Ray Heffernan

Personal information
- Born: 13 October 1935 Hobart, Tasmania, Australia
- Died: 19 November 2014 (aged 79) Hobart, Tasmania, Australia

Domestic team information
- 1959—1968: Tasmania
- Source: Cricinfo, 11 March 2016

= Ray Heffernan (cricketer) =

Australian cricketer and architect

Ray Heffernan (13 October 1935 - 19 November 2014) was an Australian cricketer and renowned architect. He played ten first-class matches for Tasmania between 1959 and 1968.

==Education==
Ray graduated from the Hobart Technical College with a Diploma of Architecture in 1959, being awarded the university medallion in his final year.

==Architecture career==
Heffernan initially formed a working partnership with Graham Martin in the early 1960s before relocating to Perth in 1963 to pursue professional cricket and architecture.
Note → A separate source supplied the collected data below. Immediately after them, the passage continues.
class PlotsTest : public QObject {
    Q_OBJECT

  private slots:
    void initTestCase() { setScheme(*qApp, SchemeName::Light); }

    void ticksAreRoundAndLieInTheRange() {
        const Ticks ticks = roundTicks({-0.0117, 0.0117}, 5);
        QCOMPARE(ticks.step, 0.005);
        QCOMPARE(ticks.decimals, 3);
        QCOMPARE(ticks.places.size(), std::size_t(5));
        QCOMPARE(tickText(ticks.places.front(), ticks, TickSign::Both, QLocale::c()), QStringLiteral("−0.010"));
        QCOMPARE(tickText(ticks.places[2], ticks, TickSign::Both, QLocale::c()), QStringLiteral("0"));
        QCOMPARE(tickText(ticks.places.back(), ticks, TickSign::Both, QLocale(QLocale::German)), QStringLiteral("+0,010"));
        QCOMPARE(roundTicks({0, 600}, 7).step, 100.0);
        QVERIFY(roundTicks({3, 3}, 5).places.empty());
        const Ticks few = roundTicks({-0.028, 0.028}, 3); // 0 alone would not say how long the axis is
        QCOMPARE(few.step, 0.02);
        QCOMPARE(few.places.size(), std::size_t(3));
    }

    void theLinePlotShowsEveryReadingAndLabelsItsEnlargement() {
        LinePlot plot;
        plot.setSubject(subjectOf(test::pressureTransmitter()));
        shown(plot);
        QCOMPARE(plot.points().size(), std::size_t(66));
        QCOMPARE(plot.enlargement(), 100);
        QVERIFY(plot.ink().notes().front().text.contains(QStringLiteral("×100")));
        // Enlarged about the line: the distance drawn is a hundred times the residual.
        const PlotSubject subject = subjectOf(test::pressureTransmitter());
        const RowFigures& rows = subject.phase->rows;
        QVERIFY(std::abs(plot.points().y[4] - (rows.fitted[4] + 100 * rows.residual[4])) < 1e-12);
        plot.setEnlargement(1);
        QCOMPARE(plot.points().y[4], rows.indication[4]);
        QVERIFY(plot.ink().notes().empty());
        QVERIFY(plot.accessibleDescription().contains(QStringLiteral("66 readings")));
    }

    void bothPlotsShareTheirHorizontalAxis() {
        LinePlot line;
        ResidualPlot residual;
        PlotPair pair(line, residual);
        line.setSubject(subjectOf(test::pressureTransmitter()));
        residual.setSubject(subjectOf(test::pressureTransmitter()));
        shown(line);
        shown(residual);
        QVERIFY(residual.frame().y.low < 0 && residual.frame().y.high < 0.1);
        for (const ReadingId id : {1, 18, 66})
            QCOMPARE(line.placeOf(id).x(), residual.placeOf(id).x());
        QTest::keyClick(&line, Qt::Key_Plus);
        QVERIFY(line.frame().x.span() < 10);
        QVERIFY(residual.frame().x == line.frame().x);
        QTest::keyClick(&residual, Qt::Key_0);
        QVERIFY(residual.frame().x == line.frame().x);
        QVERIFY(line.frame().x.span() > 10);
    }

    // Also beside a line plot whose axis it follows, and after a zoom.
    // While nothing is fitted the plot of residuals is empty; it must not hold the line to a range of its own.
    void theRangeGrowsWithTheReadingsTyped() {
        LinePlot line;
        ResidualPlot residual;
        PlotPair pair(line, residual);
        shown(line);
        shown(residual);
        Record record;
        for (int i = 0; i < 5; ++i) {
            Reading reading;
            reading.id = record.nextReadingId++;
            reading.reference = Decimal{25 * i, 1, {}};
            reading.indication = Decimal{40 + 41 * i, 1, {}};
            record.readings.edit().append(reading);
            line.setSubject(subjectOf(record));
            residual.setSubject(subjectOf(record));
            QVERIFY(line.frame().x.high > 2.5 * i);
            QVERIFY(i < 2 || residual.frame().x == line.frame().x);
        }
        record.choices.weights = Weights::Stated; // nothing is stated: refused
        line.setSubject(subjectOf(record));
        residual.setSubject(subjectOf(record));
        record.choices.weights = Weights::Equal;
        line.setSubject(subjectOf(record));
        residual.setSubject(subjectOf(record));
        QVERIFY(line.frame().x.high > 10 && residual.frame().x == line.frame().x);
    }

    void everyViewOfTheResidualsShowsAllOfThem() {
        LinePlot line;
        ResidualPlot residual;
        PlotPair pair(line, residual);
        line.setSubject(subjectOf(test::flowSensorAsTyped()));
        residual.setSubject(subjectOf(test::flowSensorAsTyped()));
        shown(line);
        shown(residual);
        QTest::keyClick(&line, Qt::Key_Plus);
        for (const ResidualView view : residualViews) {
            if (view == ResidualView::Reference)
                continue;
            residual.setView(view);
            const AxisRange range = residual.frame().x;
            double low = range.high, high = range.low;
            for (const double x : residual.points().x)
                if (std::isfinite(x)) {
                    QVERIFY2(x >= range.low && x <= range.high, qPrintable(residualViewText(view, subjectOf(test::flowSensorAsTyped()))));
                    low = std::min(low, x);
                    high = std::max(high, x);
                }
            QVERIFY(view == ResidualView::Run || high - low > 0.8 * range.span());
        }
    }

    void aClickSelectsTheMarkUnderIt() {
        ResidualPlot plot;
        plot.setSubject(subjectOf(test::pressureTransmitter()));
        shown(plot);
        QSignalSpy selected(&plot, &PlotView::selected);
        QTest::mouseClick(plot.viewport(), Qt::LeftButton, {}, plot.placeOf(6).toPoint());
        QCOMPARE(selected.size(), 1);
        QCOMPARE(selected.last()[0].value<std::set<ReadingId>>(), std::set<ReadingId>{6});
    }

    void aRectangleSelectsWhatIsInside() {
        ResidualPlot plot;
        plot.setSubject(subjectOf(test::pressureTransmitter()));
        shown(plot);
        QSignalSpy selected(&plot, &PlotView::selected);
        const QPoint middle = plot.placeOf(6).toPoint();
        std::set<ReadingId> expected;
        const QRectF rectangle(middle - QPoint(20, 500), middle + QPoint(20, 500));
        for (const ReadingId id : plot.points().ids)
            if (rectangle.contains(plot.placeOf(id)))
                expected.insert(id);
        drag(plot, middle - QPoint(20, 500), middle + QPoint(20, 500));
        QCOMPARE(selected.last()[0].value<std::set<ReadingId>>(), expected);
        QCOMPARE(expected.size(), std::size_t(6)); // 5 bar, rising and falling, three runs
        QTest::keyClick(&plot, Qt::Key_Escape);
        QVERIFY(selected.last()[0].value<std::set<ReadingId>>().empty());
    }

    void keysMoveSelectAndExclude() {
        LinePlot plot;
        plot.setSubject(subjectOf(test::pressureTransmitter()));
        shown(plot);
        QSignalSpy selected(&plot, &PlotView::selected);
        QSignalSpy exclude(&plot, &PlotView::excludeRequested);
        for (int i = 0; i < 3; ++i)
            QTest::keyClick(&plot, Qt::Key_Right);
        QCOMPARE(*plot.current(), ReadingId(3));
        QVERIFY(plot.accessibleDescription().startsWith(QStringLiteral("Reading 3, run 1, rising")));
        QTest::keyClick(&plot, Qt::Key_Space);
        QCOMPARE(selected.last()[0].value<std::set<ReadingId>>(), std::set<ReadingId>{3});
        const double before = plot.placeOf(3).y();
        QTest::keyClick(&plot, Qt::Key_Up);
        QVERIFY(plot.placeOf(*plot.current()).y() < before);
        QCOMPARE(plot.placeOf(*plot.current()).x() - plot.placeOf(3).x() < 11, true);
        QTest::keyClick(&plot, Qt::Key_X);
        QCOMPARE(exclude.size(), 1);
    }

    void anExcludedReadingFarOffStaysInSight() {
        Record record = test::pressureTransmitter();
        record.readings.edit().setNumber(9, NumberColumn::Indication, test::number("184.00"));
        record.exclusions.edit().add({10, ExclusionReason::TypingSlip, "", "IO", 0});
        ResidualPlot plot;
        plot.setSubject(subjectOf(record));
        shown(plot);
        QVERIFY(plot.frame().y.high < 0.1);
        QVERIFY(plot.frame().area.contains(plot.placeOf(10)));
        QCOMPARE(plot.points().excluded[9], std::uint8_t(1));
        QVERIFY(plot.ink().notes().front().text.contains(QStringLiteral("10 excluded: typing slip")));
    }

    void aSelectedReadingShowsItsDistances() {
        const Record record = test::pressureTransmitter();
        const PlotSubject subject = subjectOf(record);
        LinePlot plot;
        plot.setSubject(subject);
        shown(plot);
        plot.showSelection({18});
        const QString said = plot.ink().notes().back().text;
        QVERIFY2(said.startsWith(QStringLiteral("Reading 18: total −1.5960 = explained −1.6003 and residual +0.0043")), qPrintable(said));
        QVERIFY(plot.ink().strokes().size() >= 7); // the mean, and three distances of two halves each
        double sum = 0;
        for (const double y : subject.phase->rows.indication)
            sum += y;
        QVERIFY(std::abs(plot.ink().strokes().front().points.front().y() - sum / 66) < 1e-12);
    }

    void aPartOfTheSplitIsDrawnOverTheResiduals() {
        const PlotSubject subject = subjectOf(test::pressureTransmitter());
        QVERIFY(subject.phase->split.has_value());
        ResidualPlot plot;
        plot.setSubject(subject);
        shown(plot);
        const std::size_t bare = plot.ink().strokes().size();
        plot.showPart(SplitPart::Hysteresis);
        QCOMPARE(plot.ink().strokes().size(), bare + 2);
        QCOMPARE(plot.ink().strokes()[bare].points.size(), std::size_t(11));
        // Rising means lie below falling ones at mid-range: the sample's hysteresis.
        QVERIFY(plot.ink().strokes()[bare].points[5].y() < plot.ink().strokes()[bare + 1].points[5].y() - 0.008);
        plot.showPart(SplitPart::RunOffset);
        QCOMPARE(plot.ink().strokes().size(), bare + 3);
        plot.showPart(SplitPart::LackOfFit);
        QCOMPARE(plot.ink().strokes().size(), bare + 1);
        plot.showPart(std::nullopt);
        QCOMPARE(plot.ink().strokes().size(), bare);
    }

    void wordsOfLinesStandClearOfMarks() {
        const PlotSubject subject = subjectOf(test::pressureTransmitter());
        for (const QSize size : {QSize(420, 220), QSize(640, 260), QSize(1400, 520)}) {
            ResidualPlot plot;
            plot.setSubject(subject);
            shown(plot);
            plot.resize(size);
            for (const SplitPart part : {SplitPart::LackOfFit, SplitPart::Hysteresis, SplitPart::RunOffset, SplitPart::RunSlope, SplitPart::Repeatability}) {
                plot.showPart(part);
                const std::vector<QRectF>& labels = plot.ink().labels();
                QCOMPARE(labels.size(), plot.ink().strokes().size());
                for (std::size_t i = 0; i < labels.size(); ++i) {
                    QVERIFY(labels[i].isNull() == plot.ink().strokes()[i].label.isEmpty());
                    for (std::size_t j = 0; j < i; ++j)
                        QVERIFY2(!labels[i].intersects(labels[j]), qPrintable(plot.ink().strokes()[i].label));
                    int covered = 0;
                    for (const ReadingId id : plot.points().ids)
                        covered += labels[i].contains(plot.placeOf(id));
                    QVERIFY2(covered <= (size.width() < 500 ? 1 : 0), qPrintable(QString("%1 at %2: %3").arg(plot.ink().strokes()[i].label).arg(size.width()).arg(covered)));
                }
            }
        }
    }

    void everyViewOfTheResidualsHasAPlaceForEachReading() {
        const PlotSubject subject = subjectOf(test::pressureTransmitter());
        ResidualPlot plot;
        plot.setSubject(subject);
        shown(plot);
        for (const ResidualView view : residualViews) {
            plot.setView(view);
            const bool timed = view != ResidualView::Time || subject.readings->enteredAt().front() != 0;
            QVERIFY(plot.ink().emptyText().isEmpty() == timed);
            for (std::size_t i = 0; timed && i < plot.points().size(); ++i)
                QVERIFY(plot.frame().area.contains(plot.cloud().place(i)));
        }
    }

    /// Blom's scores of five values, Φ⁻¹((i − 3/8)/5.25), quantiles from a table of the normal distribution.
    void normalScoresFollowBlom() {
        const auto scores = normalScores({3, 1, 2, 5, 4}, {0, 0, 0, 0, 0});
        QVERIFY(std::abs(scores[1] + 1.1798) < 5e-5);
        QVERIFY(std::abs(scores[2] + 0.4972) < 5e-5);
        QVERIFY(std::abs(scores[0]) < 1e-12);
        QVERIFY(std::abs(scores[3] - 1.1798) < 5e-5);
    }

    void theSplitPictureSharesOutTheNoise() {
        const PlotSubject subject = subjectOf(test::pressureTransmitter());
        SplitPicture picture;
        picture.setSplit(subject.phase->split, QStringLiteral("straight line"), {});
        picture.resize(250, 380);
        picture.show();
        double sum = 0;
        for (std::size_t i = 1; i < picture.parts().size(); ++i) {
            sum += picture.parts()[i].share;
            if (i > 1)
                QVERIFY(picture.parts()[i].label.top() >= picture.parts()[i - 1].label.bottom());
            QVERIFY(picture.rect().contains(picture.parts()[i].label.toRect()));
        }
        QVERIFY(std::abs(sum - 1) < 1e-9);
        QVERIFY(picture.summary().contains(QStringLiteral("99.99991 %")));
        QVERIFY(!picture.summary().contains(QStringLiteral("explains 100 %")));
    }

    /// One run, rising and falling: nothing is left to tell repeatability, and pure error is no part beside the hysteresis in it.
    void noPartOfTheSplitIsSharedOutTwice() {
        Record record;
        for (int i = 0; i < 8; ++i) {
            Reading reading;
            reading.id = record.nextReadingId++;
            reading.run = 1;
            reading.direction = i < 4 ? Direction::Rising : Direction::Falling;
            const int point = i < 4 ? i : 7 - i;
            reading.reference = Decimal{point * 10, 1, {}};
            reading.indication = Decimal{point * 100 + i * i % 5 + (i < 4 ? 0 : 7), 2, {}};
            record.readings.edit().append(reading);
        }
        const PlotSubject subject = subjectOf(record);
        QVERIFY(subject.phase->split->hysteresis && !subject.phase->split->repeatability);
        SplitPicture picture;
        picture.setSplit(subject.phase->split, QStringLiteral("straight line"), {});
        double sum = 0;
        for (std::size_t i = 1; i < picture.parts().size(); ++i)
            sum += picture.parts()[i].share;
        QVERIFY2(std::abs(sum - 1) < 1e-9, qPrintable(picture.summary()));
    }

    void aPartIsChosenByMouseAndKeys() {
        const PlotSubject subject = subjectOf(test::pressureTransmitter());
        SplitPicture picture;
        picture.setSplit(subject.phase->split, QStringLiteral("straight line"), {});
        picture.resize(250, 380);
        picture.show();
        QSignalSpy chosen(&picture, &SplitPicture::partSelected);
        QTest::mouseClick(&picture, Qt::LeftButton, {}, picture.parts()[2].bar.center().toPoint());
        QVERIFY(picture.selected() == SplitPart::Hysteresis);
        QTest::keyClick(&picture, Qt::Key_Up);
        QVERIFY(picture.selected() == SplitPart::LackOfFit);
        QTest::keyClick(&picture, Qt::Key_Escape);
        QVERIFY(!picture.selected());
        QCOMPARE(chosen.size(), 3);
    }

    void fewReadingsAreShownAndNothingFalseIsSaid() {
        for (const Record& record : {Record{}, plain({{"1", "2"}}), plain({{"1", "2"}, {"1", "2.1"}, {"1", "2.05"}}), plain({{"0", "4.0"}, {"5", "12.1"}, {"10", "20.0"}})}) {
            LinePlot line;
            ResidualPlot residual;
            PlotPair pair(line, residual);
            line.setSubject(subjectOf(record));
            residual.setSubject(subjectOf(record));
            shown(line);
            shown(residual);
            QVERIFY(!line.grab().isNull());
            QVERIFY(!residual.grab().isNull());
            const bool fitted = subjectOf(record).phase && subjectOf(record).phase->fit;
            QCOMPARE(residual.ink().emptyText().isEmpty(), fitted);
            QVERIFY(!line.accessibleDescription().isEmpty());
        }
    }
};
He later travelled to London and Toronto before returning to Tasmania in 1967.

He later worked with Bush Parkes Shugg and Moon as a design architect for six years. In the 1970s and 1980s Ray formed partnerships with notable architects on projects such as the Antarctic Division Headquarters, Kingston and the ABC Offices, Hobart. By 1996 the partnerships had evolved into the architecture office of Heffernan Button Voss.

Ray retired in mid–2007 but maintained an ongoing interest in the practice and was closely consulted in the highly regarded restorations and adaptations undertaken on his original Trial Bay House. Some of Ray's notable projects include the Alt-Na-Craig Apartments (1964), Dock of the Bay House, Elizabeth Street Pier, Crematorium in Cornelian Bay, Clarence Council Chambers, Government Offices in Rosny, Silos Apartments in Salamanca Place, and the Bellerive Oval redevelopment.

==Architecture awards==
Ray Heffernan's architectural projects were awarded a total of 11 Australian Institute of Architects awards, national and state commendations and other industry awards. In 1976 the Clarence Council Chambers in Rosny Park, Hobart was awarded RAIA Tasmania Chapter Triennial Award and was later awarded the 2022 Tasmania Award for Enduring Architecture.

==Recognition==
Several of Ray's buildings are listed on the Tasmanian Heritage Register, including the Triptree and Barnett Houses in Taroona and the Banks Paton Building in Sandy Bay, Tasmania.

In 2012 Ray was presented with the President's Prize from the Tasmania Chapter of the Australian Institute of Architects for his service to architecture and the profession.

The Australian Institute of Architects Tasmania Chapter recognised him with a Life Fellowship in 2007 and the naming of the Ray Heffernan Award for Residential Architecture, Multiple Housing in 2022.